By Jim Park, with Faith Hoyt
The largest and longest food distribution program was the daily feeding of the Israelites with manna for 40 years. Jesus fed the multitudes during His ministry on Earth. The church has a longstanding and firm Biblical foundation to become a channel of blessing to feed and minister to the needy, and the San Marcos church has taken up this call.
The beginning of Manna Mesa
After retiring from the military, Doug Rosendahl began a personal ministry to help feed hungry veterans and others in the San Marcos, Calif., area. Pastor Jim Park, Pacific Union personal ministries volunteer coordinator, joined with him to begin a weekly food distribution to the community starting in January 2019.
Doug worked tirelessly to get the food, and Jim focused on ministering to the people who came. Every week, Doug and his team would pick up food from local food stores (this is called “fresh rescue”) in addition to advocating for large quantities of food to be delivered from the San Diego and North County Food Banks.
Within four months, nearly 100 people were coming to the Manna Mesa food bank on a weekly basis. Every week new aspects were added to the ministry. Volunteers started to help, wearing aprons printed with the logo.
After several months, Manna Mesa began using a database program called Oasis to keep track of people who were getting food. Each person would fill out an information sheet, get their picture taken, and then be issued a card, which would be scanned when they came to pick up food.
In June 2019, this database was used to call the parents of the children who were coming to the food bank, inviting them to Vacation Bible School. Thirty children from the community came as a result of this effort, demonstrating the great potential of the food distribution program to not only feed the hungry but to minister to their souls as well.
Jossy Broden, who was the director of the Vacation Bible School, is now also serving as director of Volunteer Services, along with her husband Adavid, to provide leadership to the program.
Jesus told His disciples that He would make them “fishers of men” (Matthew 4:19).
With so many good interests being generated by Manna Mesa, effective nets are being developed to bring people into the church.
One such comprehensive follow-up (pre-COVID) was initiated and run by San Marcos church Pastor Basil Bell, along with Pastors Cruz and Acevedo. They received the printouts from Oasis and made a database of Hispanic names, who were called and enlisted in Bible studies. A two-week evangelistic campaign reaped the interests and others are currently being followed up.
One of the important principles of a good ministry program is its reproducibility. The Valley Center church, which is in a nearby town, heard about the program and came to observe the San Marcos church food distribution, volunteering to get a feel for the ministry. They began their own successful food distribution modeled after what they had learned. Because of the tons of food San Marcos church gets every week, it is able to supply food for their program until they are able to get enough on their own.
Super pantry status
Because of the COVID-19 crisis, a drive-through service is provided and the people stay in their cars in order to maintain social distance. Currently, every Tuesday from 3:00 to 6:00 p.m., the program serves 270 cars a week and approximately 400 families (some of the vehicles pick up for more than one household). Since there is limited parking, and to avoid increased traffic, each car is given a time to come to the church.

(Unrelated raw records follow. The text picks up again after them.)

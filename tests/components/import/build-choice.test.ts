import fs from 'node:fs';
import path from 'node:path';
import { importBayFile, type Recipe } from '@/analysis/import';
import { buildAssignmentSchema } from '@/server/schemas';
import { buildAssignmentFor, buildChoiceOfStored, clubsOfGroups, INITIAL_BUILD_CHOICE } from '@/components/import/build-choice';

describe('buildAssignmentFor', () => {
  it('buildAssignmentFor, column mode without a fallback, is the plain column mode', () => {
    expect(buildAssignmentFor(INITIAL_BUILD_CHOICE)).toEqual({ mode: 'column' });
  });

  it('buildAssignmentFor, column mode with a fallback, trims it', () => {
    expect(buildAssignmentFor({ ...INITIAL_BUILD_CHOICE, fallback: '  Own club ' })).toEqual({ mode: 'column', fallback: 'Own club' });
  });

  it('buildAssignmentFor, file mode without a name, is null (incomplete)', () => {
    expect(buildAssignmentFor({ ...INITIAL_BUILD_CHOICE, mode: 'file', fileBuild: '   ' })).toBeNull();
  });

  it('buildAssignmentFor, per club, leaves blank clubs out', () => {
    const out = buildAssignmentFor({ ...INITIAL_BUILD_CHOICE, mode: 'club', byClub: { DR: 'Head A', '7I': ' ' } });
    expect(out).toEqual({ mode: 'club', byClub: { DR: 'Head A' } });
  });

  it('buildAssignmentFor, a very long name, is cut to what the server schema accepts', () => {
    const out = buildAssignmentFor({ ...INITIAL_BUILD_CHOICE, mode: 'file', fileBuild: 'x'.repeat(200) });
    expect(buildAssignmentSchema.safeParse(out).success).toBe(true);
  });
});

describe('clubsOfGroups', () => {
  it('clubsOfGroups, groups in file order, lists each club once in bag order (driver first, wedges last)', () => {
    // Bag order: longest club first — common practice, no source.
    const groups = [{ club: 'PW' }, { club: '7I' }, { club: 'DR' }, { club: '7I' }, { club: '3W' }];
    expect(clubsOfGroups(groups)).toEqual(['DR', '3W', '7I', 'PW']);
  });
});

describe('buildChoiceOfStored', () => {
  // An invented bay file with a Build column (fixtures/bay-files/club-names.csv), imported as the
  // server imports it, then read back: the choice found must give the same builds again.
  const text = fs.readFileSync(path.resolve(__dirname, '../../../fixtures/bay-files/club-names.csv'), 'utf8');
  const suggested = importBayFile(text).recipe;
  const withoutBuildColumn: Recipe = { ...suggested, columns: { ...suggested.columns, Build: { field: 'ignore' } } };
  const groupsOf = (shots: readonly { club: string; build: string | null }[]) => {
    const seen = new Map<string, { club: string; build: string | null }>();
    for (const s of shots) seen.set(`${s.club}|${s.build ?? ''}`, { club: s.club, build: s.build });
    return [...seen.values()];
  };

  it('buildChoiceOfStored, a recipe with a build column, is the column mode', () => {
    const { recipe, shots } = importBayFile(text);
    expect(buildChoiceOfStored(recipe, groupsOf(shots))).toEqual(INITIAL_BUILD_CHOICE);
  });

  it('buildChoiceOfStored, builds given per club, gives the same per-club assignment back', () => {
    const byClub = { DR: 'Head A 9°', '7I': 'Set 2' };
    const { recipe, shots } = importBayFile(text, { recipe: withoutBuildColumn, buildByClub: byClub });
    const choice = buildChoiceOfStored(recipe, groupsOf(shots));
    expect(buildAssignmentFor(choice)).toEqual({ mode: 'club', byClub });
  });

  it('buildChoiceOfStored, one build for every shot, is one build for the file', () => {
    const { recipe, shots } = importBayFile(text, { recipe: withoutBuildColumn, defaultBuild: 'Stock' });
    expect(buildAssignmentFor(buildChoiceOfStored(recipe, groupsOf(shots)))).toEqual({ mode: 'file', build: 'Stock' });
  });

  it('buildChoiceOfStored, no build on any shot, is the column mode', () => {
    const { recipe, shots } = importBayFile(text, { recipe: withoutBuildColumn });
    expect(buildChoiceOfStored(recipe, groupsOf(shots))).toEqual(INITIAL_BUILD_CHOICE);
  });

  it('buildChoiceOfStored, two builds for one club without a build column, leaves the column mode to the fitter', () => {
    const groups = [{ club: 'DR', build: 'A' }, { club: 'DR', build: 'B' }];
    expect(buildChoiceOfStored({ columns: {} }, groups)).toEqual(INITIAL_BUILD_CHOICE);
  });
});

Feeding San Diego—a member of Feeding America, the premier non-profit Food Distribution organization in the nation—offered financial assistance to the 500 organizations it services in San Diego county. San Marcos church was one of 35 chosen to receive a $20,000 grant to build up the infrastructure its ministry. Recently they received another $15,000 to continue to feed the needy on Tuesday, Sabbath, and Sunday afternoons.
The greatest advantage of a weekly food distribution program is the weekly contact with the people. Any ministry where you can mingle with the people on an ongoing basis has a distinct advantage over a “one-shot” program where your ability to properly meet and minister to the individuals who come is limited.
With over 1,000 names from the community in its database, the church is now planning on how to best follow up the positive response to their feeding program. There are plans to hand out Discover Bible lessons to those who are interested, beginning with the 20 non-Adventist volunteers who come and help on a weekly basis and then expanding to those who visit the food bank.
Although the pandemic prevents going door-to-door, there are still many opportunities for a personal ministry with those who come the church campus every week, not only giving them the food which perishes but “the bread that comes down from heaven, which anyone may eat and not die” (John 6:50, NIV).
Like a mustard seed, Manna Mesa began small, but through weekly prayer and hard work, it has grown into a strong ministry. Lay participation and leadership have been key to its ongoing success, and the team is committed to making their weekly food distribution a dynamic means to feed both the physical and soul hunger of their community.